Al circular corriente por cualquier conductor, ya sea cable o semiconductor, se producen perdidas que en su mayoria se manifestan como calor ( por ser lo que mas facilmente se nota).
Tu en este caso, puedes comprar multitud de diodos, y todos te valdrian igual. En lo que se diferencian unos de otros, es en la capacidad de disipar esa energia, asi uno de 100V-3A, es capaz de disipar energia hasta esos valores, si circula mas corriente, se quema, y si se le aplica mas tension tambien se estropea.
Los condensadores es mas o menos igual, por ejemplo un condensador de 100V-470uF, te indica que soporta hasta 100V, ya que si aplicas mas sus armadiras de dertruiran ya que se perfora el dielectrico, y que almacena 470uf, esta es la cantidad de energia que almacena, asi, uno de 10nF rectificara peor la señal ya que en cualquier defecto de tension este intenta mantenerla como estaba, pero como almacena poco, pues se le agota antes .

Poniendo un ejemplo mas facil, con tu coche solo puedes ir hasta 120Kh (en españa), entonces porque compramos coches que alcanzan 220Kh? para que el motor trabaje menos forzado cuando vas a 120, esto es lo mismo se debe sobredimensionar algo


----------



## eb7ctx (Ago 23, 2008)

isaias el k-bro dijo:
			
		

> hola! me ausente un poco, disculpen!
> la verdad lo entendi muy por en sima! pero entendi!
> mi duda era que si para rectificar una fuente tenias que usar unos diodos y capacitores correctos para dicha fuente, no sabia que se podia usar un mayor valor de diodo y capacitor como tu me has explicado! pero en fin muchas gracias!
> *espero sus respuestas!!!*



Si en electrónica como en electricidad las "sobre dimensiones" son positivas y aumentan el factor de seguridad de cualquier proyecto

Ejemplo: si te dice que pongas una resistencia de 1/4 de watio y tu pones una de 1 watio ....ten por seguro que esa no te fallara...

Un saludo


----------



## isaias el k-bro (Ago 23, 2008)

haber si entendi!
siempre debo poner un diodo y un capacitor un poco exagerado del valor que tiene que aguantar, no? odviamente no de menos valor que tienen que soportar! yo eso lo hago, como tu dices, con las resistencias, mas en los amplificador, para que trabajen mas tranquilos!


----------



## DJ DRACO (Ago 23, 2008)

El tema es así:

Del voltaje que provee el transformador, al rectificarse se obtiene aproximadamente un 40% más en vacio.
Del voltaje que se obtiene al ser rectificado el voltaje, los capacitores electroliticos y ceramicos deberan tolerar minimo un 40% más.
La capacitancia electrolitica de una fuente cuanto más alta mejor filtrada y más estable el voltaje que provee.
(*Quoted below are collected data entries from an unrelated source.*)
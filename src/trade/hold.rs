//! Hold time from the closed-loop simulation: the trade study's hold-time slot
//! filled by flying one of the layout's `[[case]]` sections with each candidate.
//!
//! Each accepted combination is simulated once, nominally (no Monte Carlo, gyro
//! noise from the nominal seed), with the candidate's own mass properties, thrust,
//! valve delays and tank. The hold time is the case's: from settling until the gas
//! runs out or the pointing requirement is lost, and never longer than the case
//! lasts, so a case meant for ranking should last as long as the longest hold of
//! interest.

use super::evaluate::HoldTime;
use crate::analysis::Analysis;
use crate::model::Design;
use crate::sim::{simulate, Case, Settings};

/// Hold time of one named simulation case, per candidate design.
#[derive(Debug, Clone)]
pub struct SimulatedHold {
    /// The case flown with every candidate.
    pub case: Case,
}

impl HoldTime for SimulatedHold {
    fn hold_time_s(&self, design: &Design, analysis: &Analysis) -> Option<f64> {
        let settings = Settings {
            record_series: false,
            ..Settings::default()
        };
        simulate(design, analysis, &self.case, &settings)
            .ok()
            .map(|r| r.hold_time_s)
            .filter(|h| h.is_finite())
    }
}
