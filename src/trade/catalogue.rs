//! The builder's candidate parts, in SI, checked: what the parts file lists and
//! where the layout puts the parts.
//!
//! Built only by `layout::parts` from a parts file and the layout's `[parts]`
//! section, so every number here is finite and inside its physical range.

use crate::model::SupplyCapacity;
use serde::Serialize;

/// A candidate solenoid valve (one per port, all ports the same).
#[derive(Debug, Clone, PartialEq, Serialize)]
pub struct ValvePart {
    /// Name in the parts file.
    pub name: String,
    /// Flow coefficient Cv (IEC 60534).
    pub cv: f64,
    /// Pressure differential ratio factor xT.
    pub xt: f64,
    /// Highest inlet pressure the valve is rated for, Pa absolute (a gauge rating
    /// is referred to sea-level standard atmosphere).
    pub rated_pressure_pa: f64,
    /// Delay from command to full open, s.
    pub opening_delay_s: f64,
    /// Delay from command to closed, s.
    pub closing_delay_s: f64,
    /// Coil current when energised, A.
    pub coil_current_a: f64,
    /// Mass of one valve, kg.
    pub mass_kg: f64,
    /// Price of one valve, in the parts file's currency.
    pub price: f64,
}

/// The high-pressure stage of a regulator chain: it brings tank pressure down to
/// an intermediate pressure that feeds the working stage.
#[derive(Debug, Clone, PartialEq, Serialize)]
pub struct FirstStagePart {
    /// Outlet pressure above ambient, Pa.
    pub set_pressure_gauge_pa: f64,
    /// Inlet pressure needed above the set pressure, Pa.
    pub dropout_margin_pa: f64,
    /// Flow capacity of the stage and its line.
    pub supply: SupplyCapacity,
    /// Highest inlet pressure the stage is rated for, Pa absolute.
    pub rated_inlet_pa: f64,
}

/// A candidate regulator, or a regulator chain (with a first stage).
#[derive(Debug, Clone, PartialEq, Serialize)]
pub struct RegulatorPart {
    /// Name in the parts file.
    pub name: String,
    /// Lowest set pressure the working stage can be adjusted to, Pa above ambient.
    pub set_min_gauge_pa: f64,
    /// Highest set pressure the working stage can be adjusted to, Pa above ambient.
    pub set_max_gauge_pa: f64,
    /// Inlet pressure the working stage needs above its set pressure, Pa.
    pub dropout_margin_pa: f64,
    /// Flow capacity of the working stage and its line to the manifold.
    pub supply: SupplyCapacity,
    /// Highest inlet pressure the working stage is rated for, Pa absolute.
    pub rated_inlet_pa: f64,
    /// The first stage of a chain, if any.
    pub first_stage: Option<FirstStagePart>,
    /// Mass of the regulator (the whole chain), kg.
    pub mass_kg: f64,
    /// Price (the whole chain).
    pub price: f64,
}

/// A candidate tank.
#[derive(Debug, Clone, PartialEq, Serialize)]
pub struct TankPart {
    /// Name in the parts file.
    pub name: String,
    /// Internal volume, m³.
    pub volume_m3: f64,
    /// Highest pressure the tank is rated for (service pressure), Pa absolute.
    pub rated_pressure_pa: f64,
    /// Empty mass, kg.
    pub empty_mass_kg: f64,
    /// Length, m.
    pub length_m: f64,
    /// Outer diameter, m.
    pub diameter_m: f64,
    /// Price.
    pub price: f64,
}

/// Hole (or throat) sizes to try for a group of ports, all the group's ports the same.
#[derive(Debug, Clone, PartialEq, Serialize)]
pub struct HoleGroup {
    /// Label of the group (the parts file's `name`).
    pub name: String,
    /// Indices of the layout's ports in the group.
    pub ports: Vec<usize>,
    /// Port names, for reports.
    pub port_names: Vec<String>,
    /// Diameters to try, m, ascending: a plain hole's diameter, or a
    /// converging–diverging nozzle's throat (its exit scaled to keep the area ratio).
    pub diameters_m: Vec<f64>,
}

/// Where the layout puts the parts (the layout's `[parts]` section).
#[derive(Debug, Clone, Copy, PartialEq, Serialize)]
pub struct Placement {
    /// Station of the valve block (every valve, as one point mass on the axis), m.
    pub valve_block_station_m: f64,
    /// Station of the regulator (a point mass on the axis), m.
    pub regulator_station_m: f64,
    /// Station of the tank's fore end, m.
    pub tank_station_m: f64,
}

/// The whole parts file, checked, with the layout's placement.
#[derive(Debug, Clone, PartialEq, Serialize)]
pub struct Catalogue {
    /// Name of the parts list.
    pub name: String,
    /// Currency label of the prices (text, e.g. "EUR").
    pub currency: String,
    /// Largest total coil current the power supply can give, A; `None` when not stated.
    pub coil_supply_limit_a: Option<f64>,
    /// Candidate valves (at least one).
    pub valves: Vec<ValvePart>,
    /// Candidate regulators and chains (at least one).
    pub regulators: Vec<RegulatorPart>,
    /// Working-stage set pressures to try, Pa above ambient, ascending (at least one).
    pub set_pressures_gauge_pa: Vec<f64>,
    /// Candidate tanks (at least one).
    pub tanks: Vec<TankPart>,
    /// Hole-size groups (possibly none: every port keeps its drawn hole).
    pub holes: Vec<HoleGroup>,
    /// Where the parts sit.
    pub placement: Placement,
    /// What the file reader accepts, so sweeps stay inside it.
    pub bounds: Bounds,
}

/// The ranges the parts reader accepts (the layout reader's own), kept with the
/// catalogue so that "what would it take" never sweeps outside them.
#[derive(Debug, Clone, Copy, PartialEq, Serialize)]
pub struct Bounds {
    /// Smallest flow coefficient.
    pub min_cv: f64,
    /// Largest flow coefficient.
    pub max_cv: f64,
    /// Smallest hole or throat diameter, m.
    pub min_diameter_m: f64,
}

impl Catalogue {
    /// The size of each choice, in the order a combination lists them: valve,
    /// regulator, set pressure, tank, then one per hole group.
    pub fn radices(&self) -> Vec<usize> {
        let mut r = vec![
            self.valves.len(),
            self.regulators.len(),
            self.set_pressures_gauge_pa.len(),
            self.tanks.len(),
        ];
        r.extend(self.holes.iter().map(|h| h.diameters_m.len()));
        r
    }

    /// How many combinations the catalogue holds (saturating at `u64::MAX`).
    pub fn combinations(&self) -> u64 {
        self.radices()
            .iter()
            .fold(1u64, |a, &r| a.saturating_mul(r as u64))
    }
}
Yo, en particular, utilizo capacitores de 4700uF / 50V como minimo, sino hay q usar de 6300uF para arriba.

los ceramicos filtran las frecuencias altas. y los electroliticos almacenana energia para descargarla parejo durante el consumo del equipo.

una fuente es algo muy simple dentro de la electronica, pero es la parte mas importante, ya que debe proveer la alimentacion estable y confiable para todo el circuito, y en la mayoria de los casos debe estar perfectamente filtrada y aislada.

saludos.


----------



## isaias el k-bro (Ago 23, 2008)

claro por eso mi duda! ya hice un amplificador, y  por culpa de la fuente (que es simple y no si esta bien filtrada) no tiene buena calidad de sonido! yo queria saber eso! muchas gracias! 
otra duda, como es eso de los ceramicos? los pongo en mi fuente?


----------



## eb7ctx (Ago 23, 2008)

Bueno...depende donde estés ubicado, si tienes emisiones cercanas tanto de emisoras comerciales o de radio aficionados...pues no están de mas, como te han explicado estos condensadores cerámicos son muy eficaces para eliminar las altas frecuencias (RF)
Y también algunos electrodomésticos normales las producen TV, ordenadores, microondas, etc


----------



## isaias el k-bro (Ago 23, 2008)

ah! me parecio verlos en algunas fuentes! que valor llevan? se calcula como los electroliticos?
disculpen si paresco molesto pero estas dudas me estan matando y no quiero que mi amplificador me desepcione como el primero! desde ya gracias!


----------



## eb7ctx (Ago 23, 2008)

isaias el k-bro dijo:
			
		

> ah! me parecio verlos en algunas fuentes! que valor llevan? se calcula como los electroliticos?
> disculpen si paresco molesto pero estas dudas me estan matando y no quiero que mi amplificador me desepcione como el primero! desde ya gracias!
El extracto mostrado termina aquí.